--- DATA RECORDS Enclosed Below ---
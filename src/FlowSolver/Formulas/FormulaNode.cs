namespace FlowSolver.Formulas;

/// <summary>What a node of a formula's graph does with its children.</summary>
internal enum NodeKind
{
    Number,
    X,
    Y,
    Negate,
    Add,
    Subtract,
    Multiply,
    Divide,

    /// <summary>A^Exponent with a whole exponent other than 0 and 1.</summary>
    IntegerPower,

    /// <summary>A^B.</summary>
    Power,
    Minimum,
    Maximum,

    /// <summary>B where A &lt; 0, else C. Only derivatives bring it in.</summary>
    Select,
    Exp,
    Log,
    Sqrt,
    Abs,
    Sin,
    Cos,
    Tan,
    Sinh,
    Cosh,
    Tanh,
    Atan,
    Sign,
    Erf,
    Step,
}

/// <summary>
/// One node of a formula's graph: immutable, made by a <see cref="FormulaGraph"/> only, which never makes two equal ones. Children have smaller
/// <see cref="Id"/>s than their parents, so that the order of ids is an order of evaluation and nothing needs recursion.
/// </summary>
internal sealed class FormulaNode
{
    public required int Id { get; init; }

    public required NodeKind Kind { get; init; }

    public FormulaNode? A { get; init; }

    public FormulaNode? B { get; init; }

    public FormulaNode? C { get; init; }

    /// <summary>Value of a number.</summary>
    public double Value { get; init; }

    /// <summary>Exponent of a whole power.</summary>
    public int Exponent { get; init; }

    /// <summary>Whether the value is known to be ≥ 0 (or NaN) everywhere.</summary>
    public bool IsNotNegative { get; init; }

    /// <summary>Whether the node or anything below it switches between branches.</summary>
    public bool HasSwitch { get; init; }

    public bool IsNumber => Kind == NodeKind.Number;

    public bool IsSwitch => Kind is NodeKind.Minimum or NodeKind.Maximum or NodeKind.Select or NodeKind.Abs or NodeKind.Sign or NodeKind.Step;
}
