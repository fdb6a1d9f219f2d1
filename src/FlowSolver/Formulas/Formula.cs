using System.Globalization;
using FlowSolver.Foundation;

namespace FlowSolver.Formulas;

/// <summary>Constant + g·x + ½ xᵀHx, in one or two variables (the y parts are 0 in one).</summary>
public sealed record QuadraticStructure(
    double Constant, double GradientX, double GradientY, double HessianXX, double HessianXY, double HessianYY);

/// <summary>Constant + Slope·|x − Center| in one variable, Slope &gt; 0.</summary>
public sealed record AbsoluteValueStructure(double Constant, double Slope, double Center);

/// <summary>The variable by which a formula is differentiated.</summary>
public enum FormulaVariable
{
    /// <summary>The first coordinate.</summary>
    X,

    /// <summary>The second coordinate.</summary>
    Y,
}

/// <summary>
/// A scalar function of x (and y) read from text, with exact derivatives. Immutable and safe to use from several threads.
/// </summary>
/// <remarks>
/// The language stands in <see cref="FormulaLanguage"/>. Powers bind right and tighter than the minus sign: −x^2 is −(x²). A power with a whole
/// exponent is a product; with another exponent its base must be ≥ 0. Evaluation never throws: where a formula is not defined it is NaN or infinite.
/// </remarks>
public sealed class Formula
{
    private readonly FormulaGraph graph;
    private readonly Lazy<FormulaKernel> kernel;
    private readonly Lazy<PolynomialStructure> structure;

    private Formula(string text, int dimension, FormulaGraph graph, FormulaNode root, IReadOnlySet<string> constants)
    {
        Constants = constants;
        Text = text;
        Dimension = dimension;
        this.graph = graph;
        Root = root;
        kernel = new Lazy<FormulaKernel>(() => new FormulaKernel(Root));
        structure = new Lazy<PolynomialStructure>(() => new PolynomialStructure(Root, Dimension));
    }

    /// <summary>Reads a formula.</summary>
    /// <param name="text">The formula, at most <see cref="FormulaLanguage.LongestText"/> characters.</param>
    /// <param name="dimension">1 when only x may be used, 2 when y may be as well.</param>
    /// <param name="constants">Names with values, in units of the reader's choice; null when there are none.</param>
    /// <exception cref="InputException">The text is not a formula; the fault carries it with a caret under the place.</exception>
    /// <exception cref="ArgumentException">The dimension is neither 1 nor 2, or a constant's name or value is not allowed.</exception>
    public static Formula Parse(string text, int dimension, IReadOnlyDictionary<string, double>? constants = null)
    {
        ArgumentNullException.ThrowIfNull(text);
        Require.That(dimension is 1 or 2, $"The dimension was {dimension}; it must be 1 or 2.");
        constants ??= new Dictionary<string, double>();
        foreach (var (name, value) in constants)
        {
            Require.That(FormulaLanguage.IsConstantName(name),
                $"The constant's name was \"{name}\"; it must be a letter, then letters, digits or underscores, and not a word of the language.");
            Require.Finite(value, name);
        }

        var graph = new FormulaGraph();
        var used = new HashSet<string>();
        var root = FormulaParser.Parse(text, dimension, constants, graph, used);
        return new Formula(text, dimension, graph, root, used);
    }

    /// <summary>The formula as written.</summary>
    public string Text { get; }

    /// <summary>1 or 2.</summary>
    public int Dimension { get; }

    /// <summary>Names of the constants that the text calls.</summary>
    public IReadOnlySet<string> Constants { get; }

    /// <summary>
    /// Whether nothing in it switches (abs, min, max, sign, step) once it is simplified. Where this is false the formula may still be smooth, but that
    /// is not known from its text alone.
    /// </summary>
    public bool IsSmooth => !Root.HasSwitch;

    /// <summary>Whether y occurs in it once it is simplified.</summary>
    public bool UsesY => FormulaEvaluator.OrderOf([Root]).Contains(graph.Y);

    /// <summary>Evaluates the formula at many points. Compiled at the first call; a call allocates nothing.</summary>
    public void Value(ReadOnlySpan<double> x, ReadOnlySpan<double> y, Span<double> value)
    {
        if (Dimension == 2)
            Require.Length(y.Length, x.Length);
        kernel.Value.Run(x, y, value);
    }

    /// <summary>The value at one point, for places where speed does not matter.</summary>
    public double ValueAt(double x, double y = 0)
    {
        var evaluator = new FormulaEvaluator(Root);
        evaluator.Evaluate(x, y);
        return evaluator[Root];
    }

    /// <summary>
    /// The exact derivative by a variable, as a formula of its own. At a kink it is that of one side; the jumps of step and sign do not count.
    /// </summary>
    public Formula Derivative(FormulaVariable variable)
        => new($"d/d{(variable == FormulaVariable.X ? "x" : "y")} [{Text}]", Dimension, graph, DerivativeNode(Root, variable == FormulaVariable.Y), Constants);

    /// <summary>Its value when it is a constant; null otherwise.</summary>
    public double? AsConstant() => Root.IsNumber ? Root.Value : structure.Value.Quadratic is { GradientX: 0, GradientY: 0, HessianXX: 0, HessianXY: 0, HessianYY: 0 } constant ? constant.Constant : null;

    /// <summary>Its coefficients when it is a polynomial of degree at most 2, however it is written; null otherwise.</summary>
    public QuadraticStructure? AsQuadratic() => structure.Value.Quadratic;

    /// <summary>Its parameters when it is c + a·|x − x₀| with a &gt; 0 in one variable, however it is written; null otherwise.</summary>
    public AbsoluteValueStructure? AsAbsoluteValue() => structure.Value.AbsoluteValue;

    /// <inheritdoc/>
    public override string ToString() => Text;

    internal FormulaNode Root { get; }

    /// <summary>∂node/∂x or ∂node/∂y in this formula's graph.</summary>
    internal FormulaNode DerivativeNode(FormulaNode node, bool byY)
    {
        // The graph grows with derivatives; whoever asks first makes them.
        lock (graph)
        {
            derivatives ??= new FormulaDerivatives(graph);
            var derivative = derivatives.Of(node, byY);
            if (graph.Count > FormulaLanguage.MostOperations)
            {
                throw new InputException(new InputFault(string.Create(
                    CultureInfo.InvariantCulture,
                    $"The formula and its derivatives came to {graph.Count} operations; they must be at most {FormulaLanguage.MostOperations}."),
                    "Simplify the formula."));
            }

            return derivative;
        }
    }

    private FormulaDerivatives? derivatives;

    /// <summary>The difference of two nodes, in this formula's graph.</summary>
    internal FormulaNode DifferenceNode(FormulaNode a, FormulaNode b)
    {
        lock (graph)
            return graph.Subtract(a, b);
    }
}
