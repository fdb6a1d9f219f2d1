using FlowSolver.Foundation;
using FlowSolver.Grids;

namespace FlowSolver.Transport;
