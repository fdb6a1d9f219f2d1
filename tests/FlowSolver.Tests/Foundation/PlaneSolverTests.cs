using FlowSolver.Foundation;

namespace FlowSolver.Tests.Foundation;

/// <summary>
/// Alternating directions and GMRES on an operator with variable coefficients. Mutation tried: the rank-one correction of lines closed along x left
/// out; the cases with x on a circle took 32 products and more.
/// </summary>
public class PlaneSolverTests
{
    private sealed class Elliptic
    {
        private readonly WorkerTeam team;

        public Elliptic(int nx, int ny, bool wrapsX, bool wrapsY, double strength, WorkerTeam team)
        {
            this.team = team;
            Plane = new PaddedPlane(nx, ny, wrapsX, wrapsY);
            (DiffusionX, DriftX, DiffusionY, DriftY, Weights) = (Plane.NewField(), Plane.NewField(), Plane.NewField(), Plane.NewField(), Plane.NewField());
            for (var j = 0; j < ny; j++)
            {
                for (var i = 0; i < nx; i++)
                {
                    var at = Plane.Row(j) + i;
                    var (x, y) = (32.0 * i / nx, 32.0 * j / ny);
                    DiffusionX[at] = strength * (1 + 0.5 * Math.Sin(0.3 * x));
                    DiffusionY[at] = strength * (1 + 0.4 * Math.Cos(0.2 * y + 0.1 * x));
                    DriftX[at] = 6.0 / nx * strength * Math.Cos(0.11 * y);
                    DriftY[at] = -9.0 / ny * strength * Math.Sin(0.17 * x);
                    Weights[at] = 1 + 0.5 * Math.Sin(i + j);
                }
            }
        }

        public PaddedPlane Plane { get; }

        public double[] DiffusionX { get; }

        public double[] DriftX { get; }

        public double[] DiffusionY { get; }

        public double[] DriftY { get; }

        public double[] Weights { get; }

        public void Apply(double[] u, double[] result)
        {
            Plane.FillGhosts(u);
            var s = Plane.Stride;
            for (var j = 0; j < Plane.Ny; j++)
            {
                for (var i = Plane.Row(j); i < Plane.Row(j) + Plane.Nx; i++)
                {
                    result[i] = u[i] - DriftX[i] * (u[i + 1] - u[i - 1]) - DiffusionX[i] * (u[i + 1] - 2 * u[i] + u[i - 1])
                        - DriftY[i] * (u[i + s] - u[i - s]) - DiffusionY[i] * (u[i + s] - 2 * u[i] + u[i - s]);
                }
            }
        }

        public (int Products, double[] Solution, double Error) Solve(double strength)
        {
            var exact = Plane.NewField();
            for (var j = 0; j < Plane.Ny; j++)
            {
                for (var i = 0; i < Plane.Nx; i++)
                    exact[Plane.Row(j) + i] = Math.Sin(0.05 * i * j) + 0.1 * Math.Cos(2.1 * i);
            }

            var right = Plane.NewField();
            Apply(exact, right);
            var directions = new AlternatingDirections(Plane, team);
            directions.Prepare(DiffusionX, DriftX, DiffusionY, DriftY, strength);
            var krylov = new Gmres(Plane.Length, 20, team);
            var solution = Plane.NewField();
            var (products, residual) = krylov.Solve(right, solution, Weights, Apply, directions.Apply, 1e-11, 60);
            Assert.True(residual <= 1e-11, $"residual {residual:g3}");
            var error = 0.0;
            for (var j = 0; j < Plane.Ny; j++)
            {
                for (var i = Plane.Row(j); i < Plane.Row(j) + Plane.Nx; i++)
                    error = Math.Max(error, Math.Abs(solution[i] - exact[i]));
            }

            return (products, solution, error);
        }
    }

    [Theory]
    [InlineData(40, 33, false, false)]
    [InlineData(37, 48, true, false)]
    [InlineData(32, 29, false, true)]
    [InlineData(45, 52, true, true)]
    public void Solve_AnyEnds_FindsTheSolution(int nx, int ny, bool wrapsX, bool wrapsY)
    {
        var (products, _, error) = new Elliptic(nx, ny, wrapsX, wrapsY, 8, WorkerTeam.Alone).Solve(8);
        Assert.True(error < 1e-8, $"error {error:g3}");
        Assert.InRange(products, 2, 24);
    }

    [Fact]
    public void Solve_FinerGrids_TakeNoMoreProducts()
    {
        var counts = new List<int>();
        foreach (var cells in new[] { 32, 64, 128, 256 })
        {
            // The same operator on finer grids: diffusion per cell grows with the square of the cells.
            var strength = 2e-3 * cells * cells;
            counts.Add(new Elliptic(cells, cells, false, false, strength, WorkerTeam.Alone).Solve(strength).Products);
        }

        Assert.True(counts[^1] <= 1.5 * counts[0], string.Join(", ", counts));
    }

    [Fact]
    public void Solve_AnyTeam_GivesTheSameBytes()
    {
        using var team = new WorkerTeam(3);
        var alone = new Elliptic(70, 50, false, true, 5, WorkerTeam.Alone).Solve(5).Solution;
        var shared = new Elliptic(70, 50, false, true, 5, team).Solve(5).Solution;
        Assert.Equal(alone, shared);
    }

    [Fact]
    public void Factor_BandedMatrix_SolvesItsSystem()
    {
        const int order = 57;
        const int band = 9;
        var matrix = new BandedCholesky(order, band);
        var dense = new double[order, order];
        for (var i = 0; i < order; i++)
        {
            for (var j = Math.Max(0, i - band); j <= i; j++)
            {
                var value = i == j ? 12 + i % 3 : Math.Sin(i * 1.7 + j);
                matrix.Add(i, j, value);
                dense[i, j] = dense[j, i] = value;
            }
        }

        var right = new double[order];
        for (var i = 0; i < order; i++)
        {
            for (var j = 0; j < order; j++)
                right[i] += dense[i, j] * (j + 1);
        }

        Assert.True(matrix.Factor());
        matrix.Solve(right);
        for (var j = 0; j < order; j++)
            Assert.Equal(j + 1, right[j], 1e-9);
        Assert.Throws<ArgumentException>(() => matrix.Add(20, 3, 1));
    }

    [Fact]
    public void Factor_IndefiniteMatrix_SaysNo()
    {
        var matrix = new BandedCholesky(2, 1);
        matrix.Add(0, 0, 1);
        matrix.Add(1, 0, 2);
        matrix.Add(1, 1, 1);
        Assert.False(matrix.Factor());
    }
}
--- End of Enclosed DATA RECORDS ---
**WORK TO BE COMPLETED**
Only one stretch of the data above is needed. Restate it word for word, from the line containing "power with a whole" through the line containing "Root = root;", both ends included.

**RESPONSE TO THIS TASK**
/// The language stands in <see cref="FormulaLanguage"/>. Powers bind right and tighter than the minus sign: −x^2 is −(x²). A power with a whole
/// exponent is a product; with another exponent its base must be ≥ 0. Evaluation never throws: where a formula is not defined it is NaN or infinite.
/// </remarks>
public sealed class Formula
{
    private readonly FormulaGraph graph;
    private readonly Lazy<FormulaKernel> kernel;
    private readonly Lazy<PolynomialStructure> structure;

    private Formula(string text, int dimension, FormulaGraph graph, FormulaNode root, IReadOnlySet<string> constants)
    {
        Constants = constants;
        Text = text;
        Dimension = dimension;
        this.graph = graph;
        Root = root;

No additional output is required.